## What the task asks
Can you give all the records again without altering a single character?

Input Block Start

package iridepth.photo;

import java.io.IOException;
import java.nio.ByteBuffer;
import java.nio.ByteOrder;
import java.nio.charset.StandardCharsets;
import java.nio.file.Files;
import java.nio.file.Path;
import java.util.ArrayList;
import java.util.List;
import java.util.Map;
import java.util.TreeMap;

/** Writes TIFF files byte by byte as TIFF 6.0 sections 2 and 15 lay them out, so that odd ones can be made. */
final class TiffBytes {

    static final int ASCII = 2;
    static final int SHORT = 3;
    static final int LONG = 4;
    static final int RATIONAL = 5;
    static final int UNDEFINED = 7;
    static final int LONG8 = 16;

    private record Field(int type, long count, byte[] value) {
    }

    private final ByteOrder order;
    private final boolean big;
    private final List<Map<Integer, Field>> pages = new ArrayList<>();
    private final List<byte[][]> chunks = new ArrayList<>();

    TiffBytes(ByteOrder order, boolean big) {
        this.order = order;
        this.big = big;
    }

    /** A plain grey or RGB page; its fields may be changed afterwards. */
    TiffBytes page(int width, int height, int samples, int bits, byte[]... data) {
        pages.add(new TreeMap<>());
        chunks.add(data);
        long[] depths = new long[samples];
        java.util.Arrays.fill(depths, bits);
        return set(256, LONG, width).set(257, LONG, height).set(258, SHORT, depths).set(259, SHORT, 1)
                .set(262, SHORT, samples >= 3 ? 2 : 1).set(277, SHORT, samples).set(278, LONG, height)
                .set(273, LONG, new long[data.length]).set(279, LONG, lengths(data));
    }

    private static long[] lengths(byte[][] data) {
        return java.util.Arrays.stream(data).mapToLong(chunk -> chunk.length).toArray();
    }

    /** Says that the page's chunks are tiles. */
    TiffBytes tiles(int width, int height) {
        byte[][] data = chunks.get(chunks.size() - 1);
        last().remove(273);
        last().remove(278);
        last().remove(279);
        return set(322, SHORT, width).set(323, SHORT, height).set(324, big ? LONG8 : LONG, new long[data.length])
                .set(325, LONG, lengths(data));
    }

    TiffBytes set(int tag, int type, long... values) {
        int size = type == SHORT ? 2 : type == LONG ? 4 : 8;
        ByteBuffer buffer = ByteBuffer.allocate(values.length * size).order(order);
        for (long value : values) {
            switch (type) {
                case SHORT -> buffer.putShort((short) value);
                case LONG -> buffer.putInt((int) value);
                default -> buffer.putLong(value);
            }
        }
        last().put(tag, new Field(type, values.length, buffer.array()));
        return this;
    }

    TiffBytes rational(int tag, int numerator, int denominator) {
        ByteBuffer buffer = ByteBuffer.allocate(8).order(order).putInt(numerator).putInt(denominator);
        last().put(tag, new Field(RATIONAL, 1, buffer.array()));
        return this;
    }

    TiffBytes text(int tag, String text) {
        byte[] bytes = (text + "\0").getBytes(StandardCharsets.UTF_8);
        last().put(tag, new Field(ASCII, bytes.length, bytes));
        return this;
    }

    TiffBytes bytes(int tag, byte[] bytes) {
        last().put(tag, new Field(UNDEFINED, bytes.length, bytes));
        return this;
    }

    TiffBytes remove(int tag) {
        last().remove(tag);
        return this;
    }

    private Map<Integer, Field> last() {
        return pages.get(pages.size() - 1);
    }

    /** Puts header, then for each page its chunks, its directory and the values of its fields. */
    byte[] build() {
        int size = 64;
        for (int i = 0; i < pages.size(); i++) {
            size += 64 + java.util.Arrays.stream(chunks.get(i)).mapToInt(chunk -> chunk.length).sum()
                    + pages.get(i).values().stream().mapToInt(field -> field.value.length + 40).sum();
        }
        ByteBuffer file = ByteBuffer.allocate(size).order(order);
        file.put(order == ByteOrder.LITTLE_ENDIAN ? new byte[] {'I', 'I'} : new byte[] {'M', 'M'});
        file.putShort((short) (big ? 43 : 42));
        if (big) {
            file.putShort((short) 8).putShort((short) 0);
        }
        int link = file.position();
        offset(file, 0);
        for (int i = 0; i < pages.size(); i++) {
            link = page(file, pages.get(i), chunks.get(i), link);
        }
        byte[] bytes = new byte[file.position()];
        file.get(0, bytes);
        return bytes;
    }

    private int page(ByteBuffer file, Map<Integer, Field> fields, byte[][] data, int link) {
        int offsetsTag = fields.containsKey(324) ? 324 : 273;
        Field offsets = fields.get(offsetsTag);
        ByteBuffer places = ByteBuffer.wrap(offsets.value).order(order);
        for (byte[] chunk : data) {
            if (offsets.type == LONG8) {
                places.putLong(file.position());
            } else {
                places.putInt(file.position());
            }
            file.put(chunk);
        }
        int inline = big ? 8 : 4;
        int directory = file.position();
        patch(file, link, directory);
        int values = directory + (big ? 8 : 2) + fields.size() * (big ? 20 : 12) + inline;
        if (big) {
            file.putLong(fields.size());
        } else {
            file.putShort((short) fields.size());
        }
        for (Map.Entry<Integer, Field> entry : fields.entrySet()) {
            Field field = entry.getValue();
            file.putShort(entry.getKey().shortValue()).putShort((short) field.type);
            offset(file, field.count);
            if (field.value.length <= inline) {
                file.put(field.value).position(file.position() + inline - field.value.length);
            } else {
                offset(file, values);
                file.put(values, field.value);
                values += field.value.length;
            }
        }
        int next = file.position();
        offset(file, 0);
        file.position(values);
        return next;
    }

    private void offset(ByteBuffer file, long value) {
        if (big) {
            file.putLong(value);
        } else {
            file.putInt((int) value);
        }
    }

    private void patch(ByteBuffer file, int at, int value) {
        if (big) {
            file.putLong(at, value);
        } else {
            file.putInt(at, value);
        }
    }

    Path write(Path path) throws IOException {
        return Files.write(path, build());
    }

    /** Counts as bytes in the order of the file. */
    static byte[] bytes(ByteOrder order, int bits, int... counts) {
        ByteBuffer buffer = ByteBuffer.allocate(counts.length * bits / 8).order(order);
        for (int count : counts) {
            if (bits == 16) {
                buffer.putShort((short) count);
            } else {
                buffer.put((byte) count);
            }
        }
        return buffer.array();
    }
}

Input Block End

## Expected answer
package iridepth.photo;

import java.io.IOException;
import java.nio.ByteBuffer;
import java.nio.ByteOrder;
import java.nio.charset.StandardCharsets;
import java.nio.file.Files;
import java.nio.file.Path;
import java.util.ArrayList;
import java.util.List;
import java.util.Map;
import java.util.TreeMap;

/** Writes TIFF files byte by byte as TIFF 6.0 sections 2 and 15 lay them out, so that odd ones can be made. */
final class TiffBytes {

    static final int ASCII = 2;
    static final int SHORT = 3;
    static final int LONG = 4;
    static final int RATIONAL = 5;
    static final int UNDEFINED = 7;
    static final int LONG8 = 16;

    private record Field(int type, long count, byte[] value) {
    }

    private final ByteOrder order;
    private final boolean big;
    private final List<Map<Integer, Field>> pages = new ArrayList<>();
    private final List<byte[][]> chunks = new ArrayList<>();

    TiffBytes(ByteOrder order, boolean big) {
        this.order = order;
        this.big = big;
    }

    /** A plain grey or RGB page; its fields may be changed afterwards. */
    TiffBytes page(int width, int height, int samples, int bits, byte[]... data) {
        pages.add(new TreeMap<>());
        chunks.add(data);
        long[] depths = new long[samples];
        java.util.Arrays.fill(depths, bits);
        return set(256, LONG, width).set(257, LONG, height).set(258, SHORT, depths).set(259, SHORT, 1)
                .set(262, SHORT, samples >= 3 ? 2 : 1).set(277, SHORT, samples).set(278, LONG, height)
                .set(273, LONG, new long[data.length]).set(279, LONG, lengths(data));
    }

    private static long[] lengths(byte[][] data) {
        return java.util.Arrays.stream(data).mapToLong(chunk -> chunk.length).toArray();
    }

    /** Says that the page's chunks are tiles. */
    TiffBytes tiles(int width, int height) {
        byte[][] data = chunks.get(chunks.size() - 1);
        last().remove(273);
        last().remove(278);
        last().remove(279);
        return set(322, SHORT, width).set(323, SHORT, height).set(324, big ? LONG8 : LONG, new long[data.length])
                .set(325, LONG, lengths(data));
    }

    TiffBytes set(int tag, int type, long... values) {
        int size = type == SHORT ? 2 : type == LONG ? 4 : 8;
        ByteBuffer buffer = ByteBuffer.allocate(values.length * size).order(order);
        for (long value : values) {
            switch (type) {
                case SHORT -> buffer.putShort((short) value);
                case LONG -> buffer.putInt((int) value);
                default -> buffer.putLong(value);
            }
        }
        last().put(tag, new Field(type, values.length, buffer.array()));
        return this;
    }

    TiffBytes rational(int tag, int numerator, int denominator) {
        ByteBuffer buffer = ByteBuffer.allocate(8).order(order).putInt(numerator).putInt(denominator);
        last().put(tag, new Field(RATIONAL, 1, buffer.array()));
        return this;
    }

    TiffBytes text(int tag, String text) {
        byte[] bytes = (text + "\0").getBytes(StandardCharsets.UTF_8);
        last().put(tag, new Field(ASCII, bytes.length, bytes));
        return this;
    }

    TiffBytes bytes(int tag, byte[] bytes) {
        last().put(tag, new Field(UNDEFINED, bytes.length, bytes));
        return this;
    }

    TiffBytes remove(int tag) {
        last().remove(tag);
        return this;
    }

    private Map<Integer, Field> last() {
        return pages.get(pages.size() - 1);
    }

    /** Puts header, then for each page its chunks, its directory and the values of its fields. */
    byte[] build() {
        int size = 64;
        for (int i = 0; i < pages.size(); i++) {
            size += 64 + java.util.Arrays.stream(chunks.get(i)).mapToInt(chunk -> chunk.length).sum()
                    + pages.get(i).values().stream().mapToInt(field -> field.value.length + 40).sum();
        }
        ByteBuffer file = ByteBuffer.allocate(size).order(order);
        file.put(order == ByteOrder.LITTLE_ENDIAN ? new byte[] {'I', 'I'} : new byte[] {'M', 'M'});
        file.putShort((short) (big ? 43 : 42));
        if (big) {
            file.putShort((short) 8).putShort((short) 0);
        }
        int link = file.position();
        offset(file, 0);
        for (int i = 0; i < pages.size(); i++) {
            link = page(file, pages.get(i), chunks.get(i), link);
        }
        byte[] bytes = new byte[file.position()];
        file.get(0, bytes);
        return bytes;
    }

    private int page(ByteBuffer file, Map<Integer, Field> fields, byte[][] data, int link) {
        int offsetsTag = fields.containsKey(324) ? 324 : 273;
        Field offsets = fields.get(offsetsTag);
        ByteBuffer places = ByteBuffer.wrap(offsets.value).order(order);
        for (byte[] chunk : data) {
            if (offsets.type == LONG8) {
                places.putLong(file.position());
            } else {
                places.putInt(file.position());
            }
            file.put(chunk);
        }
        int inline = big ? 8 : 4;
        int directory = file.position();
        patch(file, link, directory);
        int values = directory + (big ? 8 : 2) + fields.size() * (big ? 20 : 12) + inline;
        if (big) {
            file.putLong(fields.size());
        } else {
            file.putShort((short) fields.size());
        }
        for (Map.Entry<Integer, Field> entry : fields.entrySet()) {
            Field field = entry.getValue();
            file.putShort(entry.getKey().shortValue()).putShort((short) field.type);
            offset(file, field.count);
            if (field.value.length <= inline) {
                file.put(field.value).position(file.position() + inline - field.value.length);
            } else {
                offset(file, values);
                file.put(values, field.value);
                values += field.value.length;
            }
        }
        int next = file.position();
        offset(file, 0);
        file.position(values);
        return next;
    }

    private void offset(ByteBuffer file, long value) {
        if (big) {
            file.putLong(value);
        } else {
            file.putInt((int) value);
        }
    }

    private void patch(ByteBuffer file, int at, int value) {
        if (big) {
            file.putLong(at, value);
        } else {
            file.putInt(at, value);
        }
    }

    Path write(Path path) throws IOException {
        return Files.write(path, build());
    }

    /** Counts as bytes in the order of the file. */
    static byte[] bytes(ByteOrder order, int bits, int... counts) {
        ByteBuffer buffer = ByteBuffer.allocate(counts.length * bits / 8).order(order);
        for (int count : counts) {
            if (bits == 16) {
                buffer.putShort((short) count);
            } else {
                buffer.put((byte) count);
            }
        }
        return buffer.array();
    }
}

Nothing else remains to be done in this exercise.